What Persona Are We Missing? Identifying Unknown Relevant Personas for Faithful User Simulation
Weiwen Su, Yuhan Zhou, Zihan Wang, Naoki Yoshinaga, Masashi Toyoda
TL;DR
This work addresses the problem that user simulations may be unfaithful when relevant personas are missing. It introduces the PICQ dataset, a context-aware set of Persona-Influenced Choice Questions with annotated unknown personas, and a multi-task prompting framework to identify these personas. Through a diverse LLM benchmark, it reveals a fidelity–influence trade-off that scales with model size and cognitive economy, suggesting that no single model fully captures unknown personas. The authors propose a synergistic Generate-Complete-Validate workflow combining multiple models and human input to produce more faithful simulations, while noting language and data-domain limitations and outlining directions for real-world validation.
Abstract
Existing user simulations, where models generate user-like responses in dialogue, often lack verification that sufficient user personas are provided, questioning the validity of the simulations. To address this core concern, this work explores the task of identifying relevant but unknown personas of the simulation target for a given simulation context. We introduce PICQ, a novel dataset of context-aware choice questions, annotated with unknown personas (e.g., ''Is the user price-sensitive?'') that may influence user choices, and propose a multi-faceted evaluation scheme assessing fidelity, influence, and inaccessibility.
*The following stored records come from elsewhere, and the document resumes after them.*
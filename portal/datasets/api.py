"""The upload API for lab servers: announce, send chunks at offsets, finish with a sha256."""

import json

from django.http import JsonResponse
from django.urls import reverse
from django.views.decorators.http import require_GET, require_http_methods

from portal.accounts.permissions import access, get_visible_site, pairs_q, uploads_anywhere
from portal.api_lists import answers_bad_query, filtered, page, when
from portal.api_spec import (
    BOOLEAN,
    DATETIME,
    INTEGER,
    RESEARCH_USE,
    STRING,
    array,
    nullable,
    obj,
    with_notice,
)
from portal.datasets.access import (
    may_download_version,
    may_upload,
    upload_studies,
    version_visible,
    visible_upload,
    visible_version,
)
from portal.datasets.downloads import version_zip
from portal.datasets.models import DatasetVersion, UploadState
from portal.datasets.services import (
    UploadError,
    cancel_held,
    confirm_removals,
    finish_chunked,
    missing_ranges,
    removal_words,
    start_chunked,
    upload_job,
    write_chunk,
)


def _error(exc, status=400):
    return JsonResponse({"error": str(exc), "field": getattr(exc, "field", None)}, status=status)


def _json_body(request):
    try:
        data = json.loads(request.body or b"{}")
    except (ValueError, UnicodeDecodeError):
        raise UploadError("the request body must be a JSON object", field="body") from None
    if not isinstance(data, dict):
        raise UploadError("the request body must be a JSON object", field="body")
    return data


def _flag(data, key, default):
    value = data.get(key, default)
    if not isinstance(value, bool):
        raise UploadError(f"{key} must be true or false, got {value!r}", field=key)
    return value


def _own_upload(request, upload_id):
    """The upload if the user may send data for it, else (None, a 403 answer); 404 if unseen."""
    upload = visible_upload(request.user, upload_id)
    if not may_upload(request.user, upload.site, upload.study):
        return None, _error(UploadError("you may not upload for this site"), status=403)
    return upload, None


def upload_json(upload):
    version = getattr(upload, "version", None) if upload.state == UploadState.ACCEPTED else None
    job = upload_job(upload)
    out = {
        "upload": upload.pk, "state": upload.state, "site": upload.site.slug,
        "study": upload.study.slug, "mode": upload.mode,
        "dataset_version": version.pk if version else None,
        "errors": upload.errors, "warnings": upload.warnings,
        "job": {"id": job.pk, "state": job.state, "done": job.progress_done,
                "total": job.progress_total} if job else None,
    }
    if upload.state == UploadState.RECEIVING:
        out.update(size=upload.expected_bytes, received=upload.received,
                   missing=missing_ranges(upload))
    if upload.state == UploadState.FAILED:
        out.update(failure=upload.failure, next_step=upload.next_step)
    out["allow_removals"] = upload.allow_removals
    if upload.state == UploadState.HELD:
        removals = upload.pending_removals
        out["needs_confirmation"] = {
            "message": f"this snapshot would remove {removal_words(removals)}; nothing has "
                       "changed yet. POST {\"allow_removals\": true} to "
                       f"/api/v1/uploads/{upload.pk}/confirm/ to go on, or "
                       "{\"allow_removals\": false} to cancel",
            "files": removals["files"], "first_paths": removals["first_paths"],
            "participants": removals["participants"],
            "dataset_version": removals["parent"],
        }
    return out


@access("checked")
@require_http_methods(["POST"])
def create_upload(request):
    """POST {"site", "study", "mode", "filename", "size"} → 201 with the upload's id."""
    if not uploads_anywhere(request.user):
        return _error(UploadError("your roles do not include uploading data"), status=403)
    try:
        data = _json_body(request)
        site = get_visible_site(request.user, str(data.get("site", "")))
        slug = str(data.get("study", ""))
        if not site.studies.filter(slug=slug).exists():
            raise UploadError(f"site {site.slug} takes part in no study {slug!r}",
                              field="study")
        study = upload_studies(request.user, site).filter(slug=slug).first()
        if study is None:
            mine = ", ".join(s.slug for s in upload_studies(request.user, site)) or "none"
            return _error(UploadError(f"you may not upload {site.slug}'s data to study "
                                      f"{slug}; the studies you upload to there: {mine}",
                                      field="study"), status=403)
        upload = start_chunked(
            site=site, study=study, user=request.user, mode=data.get("mode", "snapshot"),
            label=str(data.get("filename", "upload")), expected_bytes=data.get("size"),
            token=request.api_token, allow_removals=_flag(data, "allow_removals", False),
        )
    except UploadError as exc:
        return _error(exc)
    return JsonResponse(upload_json(upload), status=201)


@access("checked")
@require_http_methods(["GET"])
def upload_status(request, upload_id):
    return JsonResponse(upload_json(visible_upload(request.user, upload_id)))


@access("checked")
@require_http_methods(["PUT"])
def upload_chunk(request, upload_id):
    """PUT raw bytes to …/chunks/?offset=N (Content-Length required). Repeats are harmless."""
    upload, refusal = _own_upload(request, upload_id)
    if refusal:
        return refusal
    try:
        offset = int(request.GET.get("offset", ""))
        length = int(request.META.get("CONTENT_LENGTH") or -1)
    except ValueError:
        return _error(UploadError("give ?offset=<byte offset> and a Content-Length",
                                  field="offset"))
    if length < 0:
        return _error(UploadError("a Content-Length header is required", field="length"))
    try:
        upload = write_chunk(upload.pk, offset=offset, stream=request, length=length)
    except UploadError as exc:
        return _error(exc, status=409 if exc.field == "state" else 400)
    return JsonResponse(upload_json(upload))


@access("checked")
@require_http_methods(["POST"])
def finish_upload(request, upload_id):
    """POST {"sha256": "<hex>"}: checks completeness and the checksum, then queues validation."""
    upload, refusal = _own_upload(request, upload_id)
    if refusal:
        return refusal
    try:
        data = _json_body(request)
        upload = finish_chunked(upload.pk, sha256=str(data.get("sha256", "")),
                                user=request.user, token=request.api_token)
    except UploadError as exc:
        return _error(exc, status=409 if exc.field == "state" else 400)
    status = 422 if upload.state == UploadState.REJECTED else 202
    return JsonResponse(upload_json(upload), status=status)


@access("checked")
@require_http_methods(["POST"])
def confirm_upload(request, upload_id):
    """POST {"allow_removals": true} to let a held upload remove what it named (it is checked
    again and becomes a version), or {"allow_removals": false} to cancel it."""
    upload, refusal = _own_upload(request, upload_id)
    if refusal:
        return refusal
    try:
        data = _json_body(request)
        if "allow_removals" not in data:
            raise UploadError('send {"allow_removals": true} to confirm the removals or '
                              'false to cancel the upload', field="allow_removals")
        act = confirm_removals if _flag(data, "allow_removals", None) else cancel_held
        upload = act(upload.pk, user=request.user, token=request.api_token)
    except UploadError as exc:
        return _error(exc, status=409 if exc.field == "state" else 400)
    return JsonResponse(upload_json(upload), status=202 if upload.allow_removals else 200)


# --- reading: dataset versions for scripts -----------------------------------------------------

VERSION_SCHEMA = obj({
    "id": INTEGER, "study": STRING, "site": STRING, "number": INTEGER,
    "parent": nullable(INTEGER), "upload": INTEGER, "manifest_sha256": STRING,
    "n_files": INTEGER, "total_bytes": INTEGER, "created_at": DATETIME,
    "download": STRING,
})
VERSION_DETAIL_SCHEMA = obj({
    **VERSION_SCHEMA["properties"],
    "manifest": obj({"n_files": INTEGER, "total_bytes": INTEGER, "sha256": STRING,
                     "n_recordings": INTEGER, "n_participants": INTEGER,
                     "tasks": array(STRING), "changes": {"type": "object",
                                                         "additionalProperties": INTEGER}}),
    "quality_rounds": array(INTEGER), "may_download": BOOLEAN, "research_use": STRING,
})


def version_json(version):
    return {"id": version.pk, "study": version.study.slug, "site": version.site.slug,
            "number": version.number, "parent": version.parent_id, "upload": version.upload_id,
            "manifest_sha256": version.manifest_sha256, "n_files": version.n_files,
            "total_bytes": version.total_bytes, "created_at": when(version.created_at),
            "download": reverse("api:version_download", args=[version.pk])}


@access("checked")
@require_GET
@answers_bad_query
def versions(request):
    """Dataset versions of the (site, study) pairs the token sees, newest first."""
    rows = filtered(request, DatasetVersion.objects.filter(pairs_q(request.user))
                    .select_related("site", "study"),
                    {"study": "study__slug", "site": "site__slug", "created": "created_at"})
    return JsonResponse(page(request, "versions", rows, version_json,
                             visible=lambda v: version_visible(request.user, v)))


@access("checked")
@require_GET
def version(request, version_id):
    """One version with a summary of its manifest."""
    version = visible_version(request.user, version_id)
    recordings = version.recordings.all()
    changes = {key: len(value) for key, value in (version.diff or {}).items()
               if isinstance(value, list | dict)}
    return JsonResponse({
        **version_json(version),
        "manifest": {
            "n_files": version.n_files, "total_bytes": version.total_bytes,
            "sha256": version.manifest_sha256, "n_recordings": recordings.count(),
            "n_participants": recordings.values("participant").distinct().count(),
            "tasks": sorted(set(recordings.values_list("task", flat=True))),
            "changes": changes},
        "quality_rounds": list(version.qc_rounds.order_by("-pk").values_list("pk", flat=True)),
        "may_download": may_download_version(request.user, version),
        "research_use": RESEARCH_USE,
    })


@access("checked")
@require_GET
def version_download(request, version_id):
    """The whole version as a zip: the web download itself (same rules, same audit event)."""
    return with_notice(version_zip(request, version_id))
Our benchmark of leading LLMs reveals a complex ''Fidelity vs. Insight'' dilemma governed by model scale: while influence generally scales with model size, fidelity to human patterns follows an inverted U-shaped curve. We trace this phenomenon to cognitive differences, particularly the human tendency for ''cognitive economy.'' Our work provides the first comprehensive benchmark for this crucial task, offering a new lens for understanding the divergent cognitive models of humans and advanced LLMs.